Как ни странно, Асмик была по душе эта грубоватая, с мужскими ухватками женщина, умевшая ругаться, курить и пить водку не хуже любого мужика.
Вера Петровна категорически утверждала:
— Пока еще ты обсосок, но когда-нибудь… Из тебя врач получится. Вот так, как мой муж…
— Он тоже врач? — спросила Асмик.
— Был, — сказала Вера Петровна. Она скупо рассказала о нем: — Он на моих руках умер. Зимой сорок второго. От голода.
Замолчала, стала быстро сворачивать новую цигарку. Руки ее дрожали.
— Дайте мне, — сказала Асмик. — А то у вас вся махорка просыпалась.
Свернула ей цигарку, толстую, словно сигара.
— Правильно свернула?
— Сойдет.
Вера Петровна взяла цигарку и тут же забыла о ней.
— Он сам себе диагноз поставил. Дистрофия, сказал. Полная. Излечению не подлежит…
— Он был хирург?
— Нейрохирург. Отличный клиницист. Его весь наш Васильевский остров знал. Так и звали кругом: наш доктор.
Иногда, в короткие минуты передышки, обе они выходили в лес, синевший неподалеку от деревни.
— Если бы дома побыть, хоть бы час, пусть даже только полчаса, — говорила Асмик.
Вера Петровна молча курила. У нее не было дома — разбомбили в первые же дни.
С неожиданным в этом внешне грубом существе проникновенным чувством она касалась рукой белых, светящихся в темноте стволов берез. Как-то сорвала уютно примостившийся под елью гриб, показала его Асмик:
— Смотри, на шляпке роса, словно бриллиантик. И сам весь крепенький, самодовольный!
— Интендант, — заметила Асмик.
Вера Петровна нежно провела рукой по коричневой влажной шляпке гриба.
— Плюшевая, правда? И ворс такой ровный-ровный. Вот сволочь какая!
Отвернулась от Асмик, быстро, порывисто затянулась, выпустила длинную струю сизого дыма.
Однажды она сказала Асмик:
— У меня один тип лежит, пулевое ранение в шею; говорит, у тебя колоритное лицо.
— Ну да? — удивилась Асмик.
— Хочешь, погляди на него.
Асмик пришла, поглядела. Еще молодой, курносый, веселые, быстрые глаза. Протянул ей руку, засыпал словами:
— Я — кинооператор.
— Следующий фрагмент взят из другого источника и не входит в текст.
"""The discrete design space and its exact, vectorized evaluation.

A design is a candidate agent (solvent or stripping gas), a count of real
trays and an agent rate. For each (agent, trays) group the space holds

* the least rate that meets every solute's spec (from the exact Kremser
  inverse), raised to the bottom of the scenario's ratio range if it falls
  below it, and
* the rate levels of the ratio grid above that least rate.

Every other alternative is evaluated from the same relations in ``models/``,
all design points in one call (numpy broadcasting, no loop over designs).

A larger rate at the same trays never costs less: solvent (or gas) cost,
pump and blower power, and the diameter the hydraulics ask for all grow with
the rate, and every limit the scenario may set (diameter, budget, power,
steam) grows with them too. So the least rate is the best design of its
group and the grid levels above it matter only for ranking runners-up.
``Space.monotone_in_rate`` checks this on the evaluated numbers; the model
builder relies on it only where it holds.
"""

from __future__ import annotations

import math
from dataclasses import dataclass, field, fields

import numpy as np

from towercost.models import costing, economics, efficiency, equilibrium, hydraulics, kremser, vessel
from towercost.errors import InfeasibleSpec, ScenarioError
from towercost.scenario import Scenario, gas_density
from towercost.units import STANDARD_ATMOSPHERE, mole_fraction_text

#: Standard acceleration of gravity [m/s2] (CGPM 1901 conventional value).
GRAVITY = 9.80665

#: Allowance for piping, control valve and exchangers on the pumped liquid [Pa].
#: Common practice: 0.7 bar on top of static head and column pressure.
PUMP_ALLOWANCE = 70_000.0

#: Allowance for ducts, inlet distributor and demister on the blown gas [Pa].
#: Common practice: 1.5 kPa on top of the tray pressure drop.
BLOWER_ALLOWANCE = 1_500.0

#: Plate for the shell in each column material (models/data/materials.toml).
PLATE = {"carbon_steel": "SA-516-70", "ss304": "SA-240-304", "ss316": "SA-240-316"}

#: Rate grid points closer than this (relative) to the least rate are dropped.
_SAME_RATE = 1e-9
У меня глаз наметанный, можете поверить. Вы на редкость фотогеничны, особенно в таком ракурсе, вот, если повернуть голову, приподнять подбородок…
Вера Петровна покосилась на Асмик, пробурчала неодобрительно:
— Нечего смущать девчонку! Еще вобьет себе в голову, что красивая…
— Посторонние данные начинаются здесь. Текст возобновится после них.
#: Minimum wetting rate of Morris and Jackson [m3 of liquid / (m h) per m of
#: packing perimeter, i.e. m2/h]: 0.08 for rings up to 75 mm, 0.12 above.
MORRIS_JACKSON_SMALL = 0.08
MORRIS_JACKSON_LARGE = 0.12
_MORRIS_JACKSON_SIZE = 0.075


def minimum_wetting_velocity(specific_area, nominal_size):
    r"""Least superficial liquid velocity that keeps a random packing wetted.

        u_L,min = MWR a,     MWR = 0.08 m2/h (d_p <= 75 mm), 0.12 m2/h (larger)

    Parameters
    ----------
    specific_area : array_like
        a [m2/m3].
    nominal_size : array_like
        d_p [m].

    Returns
    -------
    ndarray
        u_L,min [m/s].

    Notes
    -----
    Source: Morris and Jackson, Absorption Towers (Butterworths, 1953), as
    given in Coulson and Richardson's Chemical Engineering, Vol. 2, 5th ed.,
    Section 4.2 (value from memory for the section).

    Examples
    --------
    >>> round(float(minimum_wetting_velocity(112.6, 0.05)) * 3600, 3)     # m/h
    9.008
    """
    area, size = _arrays(specific_area, nominal_size)
    rate = np.where(size <= _MORRIS_JACKSON_SIZE, MORRIS_JACKSON_SMALL, MORRIS_JACKSON_LARGE)
    return rate * area / 3600.0


def check_wetting(liquid_velocity, specific_area, nominal_size, *, warnings: list[str] | None = None):
    r"""Flag design points whose liquid load is below the minimum wetting rate.

        ok = u_L >= u_L,min      (u_L,min from minimum_wetting_velocity)

    Parameters
    ----------
    liquid_velocity : array_like
        Superficial liquid velocity u_L [m/s].
    specific_area : array_like
        a [m2/m3].
    nominal_size : array_like
        d_p [m].
    warnings : list of str, optional
        Receives one message if any point is below the minimum.

    Returns
    -------
    ndarray of bool
        True where the packing is adequately wetted.

    Source: Morris and Jackson (1953), see :func:`minimum_wetting_velocity`.

    Examples
    --------
    >>> w = []
    >>> check_wetting([0.001, 0.01], 112.6, 0.05, warnings=w).tolist(), len(w)
    ([False, True], 1)
    """
    u_l, area, size = _arrays(liquid_velocity, specific_area, nominal_size)
    least = minimum_wetting_velocity(area, size)
    ok = u_l >= least
    if warnings is not None and not np.all(ok):
        warnings.append(
            f"{int((~ok).sum())} of {ok.size} points load the packing below the minimum wetting rate "
            f"(Morris and Jackson): liquid {float(np.min(u_l[~ok])) * 3600:.3g} m/h against "
            f"{float(np.max(least[~ok])) * 3600:.3g} m/h needed; the wetted area and the transfer units "
            "are overstated there"
        )
    return ok


def check_diameter_ratio(diameter, nominal_size, minimum_ratio=10.0, *, warnings: list[str] | None = None):
    r"""Flag columns too narrow for their packing size.

        ok = D / d_p >= minimum ratio

    Parameters
    ----------
    diameter : array_like
        Column inside diameter D [m].
    nominal_size : array_like
        Nominal packing size d_p [m].
    minimum_ratio : array_like
        Least D / d_p [-]; 10 for rings, 8 for saddles is common practice
        (``min_diameter_ratio`` in ``packings.toml``).
    warnings : list of str, optional
        Receives one message if any point is too narrow.

    Returns
    -------
    ndarray of bool
        True where the ratio is met.

    Notes
    -----
    Common practice: below the ratio the wall voids carry too much liquid
    and gas past the bed.

    Examples
    --------
    >>> check_diameter_ratio([0.3, 0.6], 0.05).tolist()
    [False, True]
    """
    d, size, ratio = _arrays(diameter, nominal_size, minimum_ratio)
    ok = d / size >= ratio
    if warnings is not None and not np.all(ok):
        warnings.append(
            f"{int((~ok).sum())} of {ok.size} columns are narrower than {float(np.max(ratio[~ok])):.3g} "
            "packing sizes (common practice): choose a smaller packing or expect wall channelling"
        )
    return ok


def check_temperature(temperature, max_temperature, *, warnings: list[str] | None = None):
    r"""Flag design points hotter than the packing material allows.

        ok = T <= T_max

    Parameters
    ----------
    temperature : array_like
        Highest operating temperature in the bed T [K].
    max_temperature : array_like
        T_max of the packing [K] (``max_temperature`` in ``packings.toml``,
        common practice by material).
    warnings : list of str, optional
        Receives one message if any point is too hot.

    Returns
    -------
    ndarray of bool
        True where the packing may be used.

    Examples
    --------
    >>> check_temperature([320.0, 390.0], 373.0).tolist()
    [True, False]
    """
    t, t_max = _arrays(temperature, max_temperature)
    ok = t <= t_max
    if warnings is not None and not np.all(ok):
        warnings.append(
            f"{int((~ok).sum())} of {ok.size} points run the packing above its temperature limit "
            f"({float(np.max(t[~ok])):.4g} K against {float(np.min(t_max[~ok])):.4g} K, common practice)"
        )
    return ok


class BedSplit(NamedTuple):
    """Beds of a packed height: count, redistributors (count - 1), height of each bed [m]."""

    beds: np.ndarray
    redistributors: np.ndarray
    bed_height: np.ndarray


def bed_split(packed_height, max_bed_height):
    r"""Split a packed height into equal beds no taller than a maximum.

        beds = max(1, ceil(Z / Z_max)),   redistributors = beds - 1,   Z_bed = Z / beds

    Parameters
    ----------
    packed_height : array_like
        Total packed height Z [m], >= 0.
    max_bed_height : array_like
        Tallest bed Z_max [m], > 0 (``max_bed_height`` in ``packings.toml``:
        common practice by packing material).

    Returns
    -------
    BedSplit
        beds and redistributors as int arrays, bed height [m].

    Notes
    -----
    Common practice: liquid maldistribution grows with bed depth and the
    weight of a tall bed crushes ceramic or deforms plastic packing. A
    height within 1e-9 of a whole number of beds is taken as that number.

    Examples
    --------
    >>> split = bed_split([4.0, 7.6, 15.0], 7.5)
    >>> split.beds.tolist(), split.redistributors.tolist()
    ([1, 2, 2], [0, 1, 1])
    """
    height, tallest = _arrays(packed_height, max_bed_height)
    if np.any(~(height >= 0.0)) or np.any(~(tallest > 0.0)):
        raise ValueError("the packed height must be >= 0 and the maximum bed height > 0")
    beds = np.maximum(1, np.ceil(height / tallest - 1e-9)).astype(int)
    return BedSplit(beds, beds - 1, height / beds)


def packed_column_height(packed_height, beds, top_space=defaults.TOP_SPACE, bottom_space=defaults.BOTTOM_SPACE,
                         redistributor_space=REDISTRIBUTOR_SPACE):
    r"""Tangent-to-tangent height of a packed column.

        H = Z + (beds - 1) s_r + s_top + s_bottom

    Parameters
    ----------
    packed_height : array_like
        Total packed height Z [m].
    beds : array_like
        Number of beds [-], >= 1 (:func:`bed_split`).
    top_space, bottom_space : array_like
        Space above the top bed (liquid distributor, disengagement) and below
        the bottom one (support, gas inlet, liquid sump) [m]; the tray
        column's defaults (``towercost.models.defaults``), common practice.
    redistributor_space : array_like
        Shell length per redistributor with the support and hold-down of the
        bed below it [m]; ``REDISTRIBUTOR_SPACE``, common practice.

    Returns
    -------
    ndarray
        H [m].

    Notes
    -----
    Common practice for estimating; a mechanical design sets the real
    allowances.

    Examples
    --------
    >>> round(float(packed_column_height(10.0, 2)), 6)
    13.9
    """
    height, count = _arrays(packed_height, beds)
    return height + (count - 1.0) * redistributor_space + top_space + bottom_space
— Ничего я не вобью, — ответила Асмик.
Он уже поправлялся, стал ходить. Иногда приглашал Асмик погулять вместе.
Он ей не нравился, чересчур развязный, откровенно наглый, хвастливый. Любил говорить о себе, причем называл себя в третьем лице, явно упиваясь своей звучной фамилией — Горданский.
Сразу же выложил о себе все, два раза был женат, оба раза неудачно, пользуется успехом у женщин, прекрасный кинооператор.
Так и сказал о себе:
— Горданский — сила. Лучшего кинооператора даже в Голливуде не откопаешь!
Рассказал ей о том, как до войны снимал картину «Весенние сны». Там должен был быть майский сад, весь в цветах, а стоял уже август, что было делать?
— Но Горданский нашелся, — сказал он. — Горданский из любого положения найдет выход. Сад, представьте себе, весь как игрушечка, яблоки наливаются, вишни. Горданский приказал все яблоки оборвать, а на ветки нацепить белые цветы, из парашютного шелка их сделали. Весь реквизитный цех, всех монтажеров, гримеров, даже осветителей засадил за дело, цветов наделали, как говорится, хоть на экспорт, хоть на импорт, сила. Колхозники идут, глазам не верят — август, листья уже желтые, а сад — белый-белый, и все Горданский придумал. Силен мужик?
Вера Петровна уверяла:
— Он в тебя втрескался.
Асмик не верила, хотя ей было приятно его внимание. Он не очень нравился ей, но она не была избалована мужским вниманием.
Вера Петровна несколько раз заводила разговор о Горданском, о его веселом, легком характере, о том, что он, как видно, увлечен Асмик.
Асмик отшучивалась, но временами он начинал казаться ей симпатичным, и она думала: может быть, кто знает…
Но все кончилось разом, в один день.
Был вечер. Где-то недалеко совсем по-мирному кричали петухи, медленно плыли облака над землей, и Асмик подумалось: вдруг и в самом деле война уже кончилась, и можно поехать домой, и снова мир, мир, о котором, кажется, все уже позабыли…
Улыбаясь своим мыслям, она повернула голову и увидела на бревнах, в стороне от крыльца, Горданского. Он сидел не один, с черноглазой кокетливой сестрой Асей. Оба были увлечены беседой и не заметили Асмик.